Value and diversity may offer shelter from storm

Share
Times Staff Writer

With the stock market gyrating enough to make even the most seasoned investor queasy, it’s nice to know that some stock mutual funds have delivered positive returns year in and year out.

David R. Giroux manages one such fund -- T. Rowe Price Capital Appreciation -- which hasn’t had a losing year since 1990. The fund has returned an average of 11.3% over the last 10 calendar years, beating the 8.3% average total return of the Standard & Poor’s 500 stock index by a wide margin.

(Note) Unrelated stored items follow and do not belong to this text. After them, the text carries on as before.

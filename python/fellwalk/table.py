"""The text of a judgement, at most 80 columns wide: table, verdict, failures and cost."""

import math
import textwrap
import unicodedata
from typing import TYPE_CHECKING

import numpy as np

if TYPE_CHECKING:
    from fellwalk.judgement import Judgement

WIDTH = 80
ROWS = 24  # about one screen; more parameters are shown worst first, up to this many
WIDEST_NUMBER = 8  # columns; a longer number is written less a common offset or in another unit
HEADINGS = ("parameter", "estimate", "error", "spread", "low", "middle", "high", "worth", "agreement")
MARK, DOUBT = "*", "?"
SHARPENED = (
    f"{MARK} sharpened by the gradients at the draws, which have known averages; worth is then how many independent "
    "draws would give this error."
)
IN_DOUBT = (
    f"{DOUBT} without a reliable error: heavy tails, so that the error, though it has been made wider, is itself not "
    "well known; low, middle and high do not suffer from this."
)
TEXTBOOK = (
    "Textbook names: posterior mean, its Monte Carlo standard error, posterior standard deviation, 5%, 50% and 95% "
    "quantiles, effective sample size, R-hat."
)


# ---- numbers --------------------------------------------------------------------------------------------------------


def place(error: float) -> int | None:
    """Decimal place of the second significant digit of an error: 0.0031 gives 4, 3100 gives -2; None for no error."""
    return 1 - math.floor(math.log10(error)) if error > 0 and math.isfinite(error) else None


def digits(value: float, decimals: int) -> str:
    """A value with so many decimals; places left of the point are rounded away. Never a negative zero."""
    decimals = min(decimals, 15)
    text = f"{round(value, decimals):.{max(decimals, 0)}f}"
    return text[1:] if text.startswith("-") and not text.strip("-0.") else text


class Row:
    """One parameter's numbers in a common unit 10^exponent and less a common offset, so that every number is short."""

    def __init__(self, judgement: "Judgement", i: int) -> None:
        self.index = i
        j = judgement
        self.places = {"estimate": float(j.estimate[i]), "low": float(j.low[i]), "middle": float(j.middle[i])}
        self.places["high"] = float(j.high[i])
        self.errors = {"estimate": float(j.error[i]), "low": float(j.low_error[i]), "middle": float(j.middle_error[i])}
        self.errors |= {"high": float(j.high_error[i])}
        self.spread, self.spread_error = float(j.spread[i]), float(j.spread_error[i])
        self.doubt = {"estimate": DOUBT * bool(j.in_doubt[i]), "spread": DOUBT * bool(j.spread_in_doubt[i])}
        self.is_event, self.is_constant = bool(j.event[i]), bool(j.constant[i])
        self.sharpened = {key for key, by in j.by.items() if by[i] != "none"}
        self.exponent, self.offset = 0, 0.0
        if not self.is_constant and max(map(len, self._cells())) > WIDEST_NUMBER:
            self._shorten()
        self.worth = "-" if self.is_constant else worth_text(float(j.worth[i]))
        agreement = float(j.agreement[i])
        self.agreement = "constant" if self.is_constant else _agreement(agreement)

    @property
    def in_doubt(self) -> bool:
        return any(self.doubt.values())

    def _shorten(self) -> None:
        """Choose the unit from the width of the distribution, and an offset where its place is far beyond its width."""
        reach = max(self.spread, abs(self.places["high"] - self.places["low"]))
        if reach <= 0 or not math.isfinite(reach):
            return
        far = max(abs(value) for value in self.places.values())
        if far > 100 * reach:
            # The offset has as few digits as leave a remainder of the size of the width.
            unit = math.ceil(math.log10(reach)) + 1
            self.offset = float(f"{self.places['middle']:.{max(math.floor(math.log10(far)) - unit, 0)}e}")
            far = max(abs(value - self.offset) for value in self.places.values())
        if not max(map(len, self._cells())) <= WIDEST_NUMBER:
            self.exponent = math.floor(math.log10(max(far, reach)))

    def _scaled(self, value: float) -> float:
        # Dividing by a power of ten is exact to the last place where multiplying by its reciprocal is not.
        if self.exponent >= 0:
            return value / 10.0**self.exponent
        return value * 10.0 ** min(-self.exponent, 300) * 10.0 ** max(-self.exponent - 300, 0)

    def _number(self, value: float, error: float, sharpened: bool = False) -> str:
        value, error = self._scaled(value), self._scaled(error)
        at = place(error)
        if at is None:
            # An exactly known number, or one whose error is zero for lack of variety in the draws.
            return f"{value:.6g}"
        if sharpened:
            # Digits far below the width of the distribution give way where there is no room for them.
            least = place(self._scaled(self.spread)) or at
            while at > least and len(digits(value, at)) >= WIDEST_NUMBER:
                at -= 1
        return digits(value, at)

    def _error(self, error: float) -> str:
        text = self._number(error, error)
        return text if len(text) <= WIDEST_NUMBER or "estimate" not in self.sharpened else f"{self._scaled(error):.1e}"

    def _cells(self) -> list[str]:
        at = self._number
        if self.is_constant:
            return [f"{self.places['estimate']:.9g}", "0", "0", "", "", ""]
        shifted = {key: value - self.offset for key, value in self.places.items()}
        mark = {key: MARK if key in self.sharpened else "" for key in ("estimate", "spread", "low", "middle", "high")}
        cells = [at(shifted["estimate"], self.errors["estimate"], bool(mark["estimate"])) + mark["estimate"]]
        cells.append(self._error(self.errors["estimate"]) + self.doubt["estimate"])
        cells.append(at(self.spread, self.spread_error, bool(mark["spread"])) + mark["spread"] + self.doubt["spread"])
        if self.is_event:
            return [*cells, "", "", ""]
        return cells + [at(shifted[key], self.errors[key]) + mark[key] for key in ("low", "middle", "high")]

    def cells(self) -> list[str]:
        return [*self._cells(), self.worth, self.agreement]
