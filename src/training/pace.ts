/** Measures how fast steps follow each other, over the last 100 of them. */
export class Pace {
  readonly #times: number[];

  constructor(readonly now: () => number = () => performance.now()) {
    this.#times = [now()];
  }

  /** Notes the end of a step. */
  tick(): void {
    this.#times.push(this.now());
    if (this.#times.length > 101) this.#times.shift();
  }

  /** Steps per second; 0 before the first one. */
  get rate(): number {
    const steps = this.#times.length - 1;
    const seconds = (this.#times[steps]! - this.#times[0]!) / 1000;
    // Clocks are coarse: several steps within one tick would give an infinite rate.
    return steps === 0 ? 0 : steps / Math.max(seconds, 1e-6);
  }
}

Giroux, 32, wasn’t responsible for all of those good years. Although he only started co-managing the fund in 2004, he became an analyst at T. Rowe Price in 1998 and studied under the fund’s long-time manager, Stephen W. Boesel, who handed Giroux the reins when he retired.

Advertisement

Boesel had a simple strategy for success, which Giroux has adopted: Identify what’s hot and avoid it like the plague.

“The fund has a mandate to try to find assets that are worth a dollar and pay 60 cents,” Giroux said. “We really try to stay away from the most speculative portions of the market.”

That strategy has often put the fund a step or two ahead of the stock market as a whole. For instance, in 1999, when nearly everyone seemed to be snapping up technology stocks, Capital Appreciation was buying oil, natural gas and utility companies. The reason: Technology stocks were outrageously expensive, selling for as many as 50 to 100 times earnings. Some highflying companies had no earnings to compare their stock price with. Meanwhile, utilities and commodity companies were selling for a relatively cheap nine times earnings.

“Where you really get killed is when you invest in sectors that are way overvalued,” Giroux said. “If you have the self-control to avoid the hot new thing, you can generate strong, consistent returns over time.”

The historical evidence: When the S&P; 500 index plunged 9% in 2000 (taking dividend payments into accounts), Capital Appreciation delivered a 22.2% return. The following year, when the S&P; fell 12%, the fund returned 10%. And in 2002, when the big-company stock index was down 22%, Capital Appreciation eked out a 0.5% gain.

So what’s the catch?

“When the stock market goes up a lot,” Giroux said, “we’re going to underperform.”

That underperformance can be striking. The fund’s managers weren’t overwhelmed with accolades in 1998 and 1999, when the S&P; 500 delivered total returns of 28% and 21%, respectively. Capital Appreciation plugged along with returns of 5.8% and 7.1%.

Advertisement

“Boesel took a lot of heat in those years because his performance wasn’t keeping up with the markets. But he didn’t waver,” Giroux said. “He bought hard-asset companies that were trading at 50 cents or 60 cents on the dollar.”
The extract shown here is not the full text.